VIAVI Solutions Inc. announced on August 14, 2025, that it entered into privately negotiated exchange and/or subscription agreements for $250 million aggregate principal amount of its 0.625% Senior Convertible Notes due 2031. These transactions, expected to close around August 20, 2025, involve issuing approximately $100.9 million principal amount of new notes in exchange for $97.5 million principal amount of outstanding 1.625% Senior Convertible Notes due 2026, and approximately $149.1 million principal amount of new notes for cash.
Following the closing of the exchange transactions, approximately $152.5 million in aggregate principal amount of the 2026 Notes will remain outstanding with unchanged terms. VIAVI will not receive any cash proceeds from the exchange transactions, as it will receive and cancel the exchanged 2026 Notes. The estimated gross cash proceeds from the subscription transactions, approximately $149.1 million, are expected to be used to repay a portion of the 2026 Notes due upon maturity.
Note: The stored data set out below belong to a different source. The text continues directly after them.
@pytest.mark.parametrize("attribute", ['nrows="999999999999"', 'nrows="6000000"'])
def test_counts_of_a_votable_are_not_believed(attribute: str, tmp_path: Path) -> None:
    text = f"<VOTABLE><RESOURCE><TABLE {attribute}></TABLE></RESOURCE></VOTABLE>"
    with pytest.raises(LogError, match="nrows"):
        _log(tmp_path / "a.vot", text)
    text = '<VOTABLE><RESOURCE><TABLE><FIELD arraysize="9999x9999"/></TABLE></RESOURCE></VOTABLE>'
    with pytest.raises(LogError, match="arraysize"):
        _log(tmp_path / "a.vot", text)


@pytest.mark.parametrize(
    "text",
    [
        "a = " + "[" * 100_000,
        "a = " + "[" * 400 + "]" * 400,
        ".".join(["a"] * 100_000) + " = 1",
        "[extinction]\ncoefficients.r" + ".a" * 50_000 + " = 1",
        "[event]\nname = 0x" + "f" * 100_000,
        "[event]\nname = " + "9" * 100_000,
        "[extinction]\ncoefficients = { r = 0x" + "f" * 10_000 + " }",
        '["' + "('" * 50_000 + '"]\n["' + "('" * 50_000 + '"]',
        "\n".join(f"key{i} = 1" for i in range(20_000)),
        "[event]\n" + "\n".join(f"key{i} = 1" for i in range(20_000)),
        "[[map]]\n" * 20_000,
    ],
    ids=range(11),
)
def test_a_campaign_file_without_end(text: str, tmp_path: Path) -> None:
    path = tmp_path / "campaign.toml"
    path.write_text(text)
    with pytest.raises(CampaignError) as caught:
        load_campaign(path)
    assert len(str(caught.value)) < 100_000


def test_a_log_reaches_mocs_of_the_campaign_and_no_others(tmp_path: Path) -> None:
    campaign = tmp_path / "night"
    for place in ("night/logs", "night/mocs", "elsewhere"):
        (tmp_path / place).mkdir(parents=True)
        (tmp_path / place / "a.json").write_text('{"3": [1]}')
    (campaign / "logs/link.json").symlink_to(tmp_path / "elsewhere/a.json")
    (campaign / "logs/loop.json").symlink_to(campaign / "logs/loop.json")
    cells = {
        **dict.fromkeys(("a.json", "../mocs/a.json", str(campaign / "mocs/a.json")), True),
        **dict.fromkeys(("../../elsewhere/a.json", str(tmp_path / "elsewhere/a.json")), False),
        **dict.fromkeys(("link.json", "loop.json", "../logs/../../elsewhere/a.json"), False),
    }
    rows = (f"62939.{i},{cell}" for i, cell in enumerate(cells))
    log = _log(campaign / "logs/a.csv", "\n".join(["start,region", *rows]))
    used, shapes, inputs = resolve_regions(log, campaign / "logs", campaign)
    assert set(used.region) == {cell for cell, fine in cells.items() if fine}
    assert set(shapes) == {path for _, path, _ in inputs} == set(used.region)
    assert sum("outside the folders" in row.detail for row in used.set_aside) == 4


def test_names_with_hidden_characters_are_shown_with_a_mark(tmp_path: Path) -> None:
    log = _log(
        tmp_path / "a.csv",
        "exposure,ra,dec,start,band\na\u202eb,1,2,62939,r\u200b\n\x1b[2Jc,1,2,62940,r\n",
    )
    assert log.exposure.tolist() == ["a\ufffdb", "\ufffd[2Jc"]
    assert log.band.tolist() == ["r\ufffd", "r"]
    text = "exposure,ra,dec,date-\u2066obs (\u2067)\na,1,2,62939\nb,1,2,x\nc,1,2,62940\n"
    (tmp_path / "b.csv").write_text(text)
    columns = {"start": "date-\u2066obs (\u2067)"}
    aside = read_log(tmp_path / "b.csv", "Heron", LogOptions(columns=columns)).set_aside[0]
    assert aside.column == "date-\ufffdobs (\ufffd)"
    assert aside.detail.isprintable()


def test_no_error_of_ours_steers_a_terminal() -> None:
    fault = InputError("a\x1b[2Jb\u202e", file="c\x07", row=1, column="d\n\u2066", remedy="e\r.")
    assert str(fault) == "c?, row 1, column 'd\\n\\u2066': a?[2Jb?. e?."


def _sources() -> Iterator[tuple[Path, ast.AST]]:
    for path in sorted(Path(skytally.__file__).parent.glob("*.py")):
        yield path, ast.parse(path.read_text("utf-8"))


def test_nothing_in_the_package_runs_what_it_reads() -> None:
    """No pickles, no evaluation, no shell: neither imported nor asked for."""
    modules = {"pickle", "cPickle", "dill", "shelve", "marshal", "joblib", "code"}
    for path, tree in _sources():
        for node in ast.walk(tree):
            if isinstance(node, ast.Import | ast.ImportFrom):
                names = {alias.name for alias in node.names} | {getattr(node, "module", "")}
                assert not names & modules, path
            elif isinstance(node, ast.Call):
                words = ast.unparse(node.func)
                last = words.rpartition(".")[2]
                assert words not in {"eval", "exec", "compile", "os.system", "os.popen"}, path
                assert last not in {"load_module", "fromfile", "memmap"}, path
                assert words not in {"np.load", "numpy.load", "yaml.load", "torch.load"}, path
                for keyword in node.keywords:
                    is_refused = ast.unparse(keyword.value) == "False"
                    assert keyword.arg not in {"allow_pickle", "shell"} or is_refused, path


# Methods that try one place of a text, and those that try every one.
ONE_PLACE = {"match": "match", "fullmatch": "fullmatch"}
EVERY_PLACE = dict.fromkeys(("search", "sub", "split", "finditer", "findall"), "search")
METHODS = ONE_PLACE | EVERY_PLACE


def _searches() -> dict[str, tuple[str, re.Pattern[str]]]:
    """Every search of the package by module and line: how it looks, and for what."""
    found = {}
    for path, tree in _sources():
        module = importlib.import_module(f"skytally.{path.stem}")
        for node in ast.walk(tree):
            if not isinstance(node, ast.Call) or not isinstance(node.func, ast.Attribute):
                continue
            how = METHODS.get(node.func.attr)
            name = getattr(node.func.value, "id", "")
            pattern = getattr(module, name, None)
            if name == "re" and isinstance(node.args[0], ast.Constant):
                pattern = re.compile(node.args[0].value)
            if how and isinstance(pattern, re.Pattern):
                found[f"{path.stem}:{node.lineno}"] = how, pattern
    return found


# Characters that a text is known not to exceed before it is searched: cells, cards, claims,
# what a parser says; and of drawings, which hold no attributes but our own, a few numbers.
BOUNDS = {
    **{"log_cells": 80, "image_io": 80, "fits_layout": 80, "claims_io": 2000},
    **{"campaign_faults": 200, "figure_style": 200},
}
UNITS = (
    *(
        " ",
        "\t",
        "1",
        "9",
        "0",
        "a",
        "E",
        "(",
        "[",
        ")",
        "'",
        '"',
        ",",
        ".",
        "-",
        ":",
        "/",
        "_",
        "é",
    ),
    *(
        "1.",
        "1:",
        "('",
        "()",
        "', '",
        "a:",
        "1 ",
        " 1",
        ":1",
        "x ",
        "1/",
        "1-",
        "-.",
        "url(#",
        "E1",
    ),
)
HEADS = ("", "1", "(", "2031-03-14T05:30", "10:20", "(at line ", ":1:1: E1", "circle ")
TAILS = ("", "!", "x", ")", "\n", "\x00")


def _seconds(search: Callable[[str], object], text: str) -> float:
    best = float("inf")
    for _ in range(3):
        began = time.process_time()
        search(text)
        best = min(best, time.process_time() - began)
    return best


def _blow_up(search: Callable[[str], object], bound: int) -> str | None:
    """Name a text for which twice the length takes much more than twice the time."""
    size = bound // 2
    for unit in UNITS:
        for head in HEADS:
            for tail in TAILS:
                short = head + unit * (size // len(unit)) + tail
                long = head + unit * (2 * size // len(unit)) + tail
                began = time.process_time()
                search(long)
                # Most take microseconds, which say nothing.
                if time.process_time() - began < 0.02:
                    continue
                if _seconds(search, long) > 3 * _seconds(search, short):
                    return f"{head!r} + {unit!r} * n + {tail!r}"
    return None


_searches_found = _searches()


@pytest.mark.parametrize("place", _searches_found)
def test_no_search_takes_more_than_the_length_of_its_text(place: str) -> None:
    how, pattern = _searches_found[place]
    if isinstance(pattern.pattern, bytes):
        pattern = re.compile(pattern.pattern.decode(), pattern.flags)
    # The key of a campaign is searched for in the whole file.
    whole = pattern is campaign_faults._LONG_KEY
    bound = 8000 if whole else BOUNDS.get(place.partition(":")[0], 8000)
    assert _blow_up(getattr(pattern, how), bound) is None


@pytest.mark.parametrize(
    "pattern", [r"\s*[(\[]([^()\[\]]*)[)\]]\s*$", r"^[0-9]+\.?[0-9]*$", r"^(a|aa)*b"]
)
def test_a_search_that_blows_up_is_found(pattern: str) -> None:
    """The first two once stood here; the third is the textbook's, on a shorter text."""
    bound = 30 if "aa" in pattern else 8000
    assert _blow_up(re.compile(pattern).search, bound) is not None


def test_a_long_word_for_a_number_is_refused_in_its_length(tmp_path: Path) -> None:
    from skytally.region_text import parse_region

    for word in ("1" * 200_000 + "x", "(" * 200_000, " " * 200_000 + "(", "'" * 200_001):
        with pytest.raises(SkytallyError):
            parse_region(f"circle {word} 2 3")
    stream = io.StringIO()
    stream.write("exposure,ra,dec,start,x(" + " " * 500_000 + "y\nb,1,2,62939,\n")
    assert len(_log(tmp_path / "a.csv", stream.getvalue())) == 1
In connection with the issuance of the new notes, VIAVI expects to repurchase approximately $30 million of shares of its common stock under a previously announced board authorization for share repurchases. These repurchases will be conducted using cash on hand in privately negotiated transactions from certain purchasers of the new notes at a price of $11.03 per share. This financing move aims to manage debt maturities and return value to shareholders.